| Directions for this task |
Go through the entries below. Copy each line in which "noted" appears.

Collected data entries
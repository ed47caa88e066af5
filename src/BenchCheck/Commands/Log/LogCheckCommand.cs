using System.CommandLine;
using BenchCheck.Records;

namespace BenchCheck.Commands.Log;

/// <summary><c>benchcheck log check</c>: whether every record is as it was filed.</summary>
internal static class LogCheckCommand
{
    public static Command Create(Terminal terminal)
    {
        var command = new Command("check", """
            Recomputes the hash of every record and file: exit code 0 when the log is whole, 1 when it is not.

            Note the newest hash elsewhere; --known HASH shows later that no newer record was cut off.
            """);
        var choice = LogChoice.Of(command);
        var known = new Option<string?>("--known") { Description = "A hash noted before, which has to be among the records.", HelpName = "HASH" };
        command.Add(known);
        command.SetAction(parsed =>
        {
            var place = choice.Place(parsed);
            using var log = BenchLog.OpenExisting(place);
            var report = ChainReport.Of(log, parsed.GetValue(known));
            foreach (var fault in report.Faults) terminal.Output.WriteLine(Printable.Text(fault));
            if (!report.HoldsKnown) terminal.Output.WriteLine("the hash noted before is not among the records: records were cut off, or it belongs to another log");
            if (report.IsWhole) terminal.Output.WriteLine($"whole: {report.Count} records");
            terminal.Output.WriteLine($"newest hash: {report.Newest}");
            return report.IsWhole ? ExitCode.Agrees : ExitCode.Disagrees;
        });
        return command;
    }
}
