using System.CommandLine;
using System.Globalization;
using BenchCheck.Files;
using BenchCheck.Plots;
using BenchCheck.Records;
using Spectre.Console;

namespace BenchCheck.Commands.Log;

/// <summary><c>benchcheck log trend PARAMETER</c>: one parameter over the records.</summary>
internal static class LogTrendCommand
{
    private const string Time = "time";
    private const string Serial = "serial";

    public static Command Create(Terminal terminal)
    {
        var command = new Command("trend", """
            Follows one parameter over the records, with the limits of the parts list.

            Examples:
              benchcheck log trend "Q1 gain" --board "Circulation-fan stage" --verdict agrees
              benchcheck log trend "Q1 gain" --plot gain.png --by serial
            """);
        var parameter = new Argument<string>("PARAMETER") { Description = "Part and parameter as estimates name them, such as \"Q1 gain\"; a part alone for all of its parameters." };
        var choice = LogChoice.Of(command);
        var search = new LogSearch(command);
        var plot = new Option<string?>("--plot") { Description = "Also draw it: .png or .svg; each further parameter or board gets its number before the ending.", HelpName = "FILE" };
        var by = new Option<string>("--by") { Description = "What the picture runs along: time or serial.", DefaultValueFactory = _ => Time, HelpName = "WHAT" };
        by.AcceptOnlyFromAmong(Time, Serial);
        command.Add(parameter);
        command.Add(plot);
        command.Add(by);
        command.SetAction(parsed =>
        {
            using var log = BenchLog.OpenExisting(choice.Place(parsed));
            var wanted = parsed.GetRequiredValue(parameter);
            var points = log.Records(search.Query(parsed))
                .SelectMany(r => (ResultSummary.Parse(r.Result)?.Parameters ?? []).Where(p => p.Part == wanted || p.Name == wanted).Select(p => (r.Entry, Estimate: p))).ToArray();
            if (points.Length == 0)
            {
                terminal.Error.WriteLine($"no record estimates \"{Printable.Text(wanted)}\"; log show N lists what a record estimates");
                return ExitCode.Unusable;
            }

            var number = 0;
            foreach (var group in points.GroupBy(p => (p.Entry.BoardTitle, p.Estimate.Name)))
            {
                Write(terminal.Console, group.Key.BoardTitle, group.Key.Name, [.. group]);
                if (parsed.GetValue(plot) is not { } path) continue;
                var trend = TrendOf(group.Key.BoardTitle, group.Key.Name, [.. group]);
                var figure = parsed.GetValue(by) == Serial ? TrendPlot.InOrder(trend) : TrendPlot.InTime(trend);
                if (figure.Save(NumberedPath.Of(path, number++)) is not { } fault) continue;
                terminal.Error.WriteLine(Printable.Text(fault.ToString()));
                return ExitCode.Unusable;
            }

            return ExitCode.Agrees;
        });
        return command;
    }

    /// <summary>The limits are those of the newest record: a parts list may have been changed since the first.</summary>
    private static Trend TrendOf(string board, string name, (LogEntry Entry, FiledEstimate Estimate)[] points)
    {
        var newest = points[^1].Estimate;
        return new Trend(
            board, name, FiledRecords.UnitOf(newest.Unit),
            [
                .. points.Select(p => new TrendPoint(
                    p.Entry.Serial ?? string.Create(CultureInfo.InvariantCulture, $"record {p.Entry.Number}"), FiledRecords.Instant(p.Entry), p.Estimate.Value, p.Estimate.Low, p.Estimate.High)),
            ], new Limits(newest.NominalLow, newest.Nominal, newest.NominalHigh));
    }

    private static void Write(IAnsiConsole console, string board, string name, (LogEntry Entry, FiledEstimate Estimate)[] points)
    {
        Layout.Heading(console, $"{name}, {board}");
        var table = Layout.Table(">record", "filed (UTC)", "serial", ">estimate", ">parts list", "");
        foreach (var (entry, estimate) in points)
        {
            Layout.Row(table,
                (entry.Number.ToString(CultureInfo.InvariantCulture), Style.Plain), (FiledRecords.Time(entry), Style.Plain), (entry.Serial ?? "", Style.Plain),
                (FiledRecords.Text(estimate), Style.Plain), (FiledRecords.Limits(estimate), Style.Plain),
                (estimate.Value < estimate.NominalLow ? "below" : estimate.Value > estimate.NominalHigh ? "above" : "", FiledRecords.StyleOf("out")));
        }

        console.Write(table);
    }
}
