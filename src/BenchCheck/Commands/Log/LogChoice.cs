using System.CommandLine;
using System.CommandLine.Parsing;
using BenchCheck.Records;

namespace BenchCheck.Commands.Log;

/// <summary>Which bench log a command uses: the one named, or else that of BENCHCHECK_LOG, or else the one set by <c>log default</c>.</summary>
internal sealed class LogChoice
{
    public const string Variable = "BENCHCHECK_LOG";

    private readonly Option<string?> log;
    private readonly Option<bool> none = new("--no-log") { Description = "Do not file this check, whatever log default says." };

    private LogChoice(Command command, Option<string?> option)
    {
        log = option;
        command.Add(log);
    }

    public static bool IsSetByEnvironment => !string.IsNullOrWhiteSpace(Environment.GetEnvironmentVariable(Variable));

    /// <summary>For a command that works on the log.</summary>
    public static LogChoice Of(Command command) => new(command, new Option<string?>("--log")
    {
        Description = $"The bench log: a file, or \"Host=…;Database=…;Username=…\" of a shared PostgreSQL. Left out: {Variable}, else the one of log default.",
        HelpName = "FILE|CONNECTION",
    });

    /// <summary>For a command that files its result when asked to.</summary>
    public static LogChoice ToFileIn(Command command)
    {
        var choice = new LogChoice(command, new Option<string?>("--log")
        {
            Description = $"File the result in the bench log; name a file or \"Host=…;Database=…;Username=…\" for another than {Variable} or the one of log default. Comes last, or with its value.",
            HelpName = "FILE|CONNECTION", Arity = ArgumentArity.ZeroOrOne,
        });
        command.Add(choice.none);
        command.Validators.Add(result =>
        {
            if (result.GetResult(choice.log) is { Implicit: false } && result.GetValue(choice.none)) result.AddError("--log and --no-log exclude each other");
        });
        return choice;
    }

    /// <summary>The option was given, with or without a place, or every check is filed.</summary>
    public bool IsAsked(ParseResult parsed) =>
        parsed.GetResult(log) is OptionResult { Implicit: false } || (!parsed.GetValue(none) && LogDefaults.Read().FilesEveryCheck);

    public LogPlace Place(ParseResult parsed) => PlaceOf(parsed.GetValue(log));

    /// <summary>The log of somebody who names none.</summary>
    public static LogPlace Usual() => PlaceOf(null);

    private static LogPlace PlaceOf(string? named)
    {
        named ??= Environment.GetEnvironmentVariable(Variable);
        return string.IsNullOrWhiteSpace(named) ? LogDefaults.Read().Place : LogPlace.Parse(named);
    }
}
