using System.Reflection;
using System.Text;
using BenchCheck.Core.Checking;
using BenchCheck.Files;
using BenchCheck.Plots;
using BenchCheck.Records;

namespace BenchCheck.Commands.Log;

/// <summary>Files checks of one board file and one readings file as they come.</summary>
internal sealed class CheckFiling : IDisposable
{
    private readonly BenchLog log;
    private readonly string settings;
    private readonly byte[] board;
    private readonly byte[] readings;
    private readonly byte[]? rates;

    /// <exception cref="IOException">the log or one of the files cannot be used</exception>
    public CheckFiling(LogPlace place, CheckSettings settings, bool skipBadRows, string boardPath, string readingsPath, string? ratesPath)
    {
        this.settings = FiledSettings.Text(settings, skipBadRows);
        board = File.ReadAllBytes(boardPath);
        readings = File.ReadAllBytes(readingsPath);
        rates = ratesPath is null ? null : File.ReadAllBytes(ratesPath);
        log = BenchLog.Open(place);
    }

    /// <summary>Name and version of this program, as records show it.</summary>
    public static string Program { get; } =
        "benchcheck " + (Assembly.GetExecutingAssembly().GetCustomAttribute<AssemblyInformationalVersionAttribute>()?.InformationalVersion ?? "");

    /// <exception cref="BenchLogException">it could not be filed</exception>
    public LogEntry Add(CheckResult result) => log.Append(new Filing(
        DateTimeOffset.UtcNow, Program, result.BoardTitle, result.Serial, ResultWords.Of(result.Verdict), settings, ResultJson.Line(result), board, readings,
        rates is null ? default(ReadOnlyMemory<byte>?) : rates, Encoding.UTF8.GetBytes(ReadingPlot.Of(result).ToSvg())))[0];

    public void Dispose() => log.Dispose();
}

| Output for this task |
        var known = new Option<string?>("--known") { Description = "A hash noted before, which has to be among the records.", HelpName = "HASH" };
            if (!report.HoldsKnown) terminal.Output.WriteLine("the hash noted before is not among the records: records were cut off, or it belongs to another log");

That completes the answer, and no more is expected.